Further, since HAp is a constituent material such as bone in the living body, the obtained spherical apatite composite particles also have sufficient biocompatibility and can be applied to dental materials, bone filling materials and the like. is there.

[Brief description of drawings]

FIG. 1 is a schematic configuration diagram of a coating machine used in Example 1 in a method for producing spherical apatite composite particles of the present invention.

FIG. 2 is a graph showing the ultraviolet reflectance of each spherical apatite composite particle.
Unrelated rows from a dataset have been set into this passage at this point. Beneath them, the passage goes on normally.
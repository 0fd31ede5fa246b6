"""How well each measurement is checked by the others: redundancy and test statistics.

With whitened rows ``w = W v`` and ``J = W A`` the residuals of one measurement have covariance
``R = I - J Sigma J^T`` (Baarda 1968; Foerstner 1979); its trace is the redundancy number and sums
to the degrees of freedom over all measurements. ``T = w^T R^+ w`` is chi-square with rank(R)
degrees of freedom when the measurement is right, whatever the others weigh.
"""

from __future__ import annotations

from dataclasses import dataclass

import numpy as np
from numpy.typing import NDArray

from jointmap.graph.problem import State
from jointmap.solve.linear import Rows, eliminate
from jointmap.solve.system import System, linearise_system, link_rows, part_rows
from jointmap.trust.elimination import clique_tree
from jointmap.trust.marginals import SelectedInverse, selected_inverse_of
from jointmap.trust.solve_pairs import SquareRootFactor

Floats = NDArray[np.float64]

#: Eigenvalues of R below this are directions that nothing else checks (CHECKS 2d: unchecked).
UNCHECKED = 0.01
#: Rows handled at a time, to bound the memory of the joint blocks.
_CHUNK = 50_000


@dataclass(frozen=True)
class PartQuality:
    """Per measurement of a part: whitened residual (n, m), redundancy matrix (n, m, m)."""

    whitened: Floats
    redundancy: Floats

    @property
    def numbers(self) -> Floats:
        """Redundancy number (n, m) of every row."""
        return np.clip(np.einsum("nii->ni", self.redundancy), 0.0, 1.0)

    def statistic(self) -> tuple[Floats, Floats]:
        """Test statistic T (n,) and its degrees of freedom (n,), 0 where nothing checks."""
        values, vectors = np.linalg.eigh(self.redundancy)
        checked = values > UNCHECKED
        along = np.einsum("nji,nj->ni", vectors, self.whitened)
        t = np.where(checked, along**2 / np.where(checked, values, 1.0), 0.0).sum(axis=1)
        return t, checked.sum(axis=1).astype(np.float64)


@dataclass(frozen=True)
class Quality:
    """Covariances at the inlier set and the quality of every used measurement and link."""

    inverse: SelectedInverse
    factor: SquareRootFactor
    parts: tuple[PartQuality, ...]
    links: PartQuality | None


def assess(system: System, state: State, ordering: object) -> Quality:
    """Covariances and redundancies of a system at a state, at full weight of its rows.

    The kernels of the system must be None: a kernel's curvature is not a covariance.
    """
    lin = linearise_system(system, state)
    tree = clique_tree(eliminate(lin.graph, ordering), system.layout.dims)
    inverse = selected_inverse_of(tree)
    parts = []
    for part in system.parts:
        rows, residual = part_rows(system, part, state)
        parts.append(PartQuality(residual, _redundancy(rows, inverse)))
    links = None
    tied = link_rows(system, state)
    if tied:
        # Point links and pose links come as two groups; put them back in the order of the tracks.
        oriented = system.oriented[system.links.shared]
        order = np.concatenate([np.flatnonzero(~oriented), np.flatnonzero(oriented)])
        back = np.argsort(order)
        links = PartQuality(
            np.concatenate([-r.rhs for r in tied])[back],
            np.concatenate([_redundancy(r, inverse) for r in tied])[back],
        )
    return Quality(inverse, SquareRootFactor(tree), tuple(parts), links)


def _redundancy(rows: Rows, inverse: SelectedInverse) -> Floats:
    n, m = rows.rhs.shape
    out = np.empty((n, m, m))
    eye = np.eye(m)
    for lo in range(0, n, _CHUNK):
        hi = min(lo + _CHUNK, n)
        out[lo:hi] = eye - predicted_covariance(
            [k[lo:hi] for k in rows.keys], [j[lo:hi] for j in rows.jacobians], inverse
        )
    return out


def predicted_covariance(
    keys: list[NDArray[np.int64]], jacobians: list[Floats], inverse: SelectedInverse
) -> Floats:
    """``J Sigma J^T`` (n, m, m) of rows whose variables share a clique."""
    n, m = jacobians[0].shape[:2]
    total = np.zeros((n, m, m))
    for i, (ki, ji) in enumerate(zip(keys, jacobians, strict=True)):
        total += ji @ inverse.diagonal(ki) @ np.swapaxes(ji, 1, 2)
        for kj, jj in zip(keys[i + 1 :], jacobians[i + 1 :], strict=True):
            cross = ji @ inverse.pairs(ki, kj) @ np.swapaxes(jj, 1, 2)
            total += cross + np.swapaxes(cross, 1, 2)
    return total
FIG. 3 is a graph showing the ultraviolet reflectance of the spherical apatite composite particles obtained in Example 2.

[Explanation of symbols]

 1 HAp composite particles (apatite composite fine particles) 2 PMMA particles (spherical resin particles) 4 mixture solution (mixture) 10 spherical apatite composite particles

─────────────────────────────────────────────────── ─── Continuation of the front page (51) Int.Cl. ⁶ Identification code Office reference number FI technical display location // A61K 7/42 7252-4C

Claims (2)

[Claims] 1. A slurry of apatite fine particles is mixed with a titanium oxide powder to prepare a slurry of apatite composite fine particles, and then spherical resin particles are mixed into the slurry to obtain a mixture. Supply inside,
A method for producing spherical apatite composite particles, which comprises coating the surface of the spherical resin particles with the apatite composite particles while dispersing the spherical resin particles. 2. A mixture containing a slurry of apatite fine particles, titanium oxide powder, and spherical resin particles, and then the mixture is supplied into a high-speed air stream to disperse the spherical resin particles while the spherical resin particles are dispersed. A method for producing spherical apatite composite particles, which comprises coating the surface of the above-mentioned apatite fine particles and titanium oxide powder.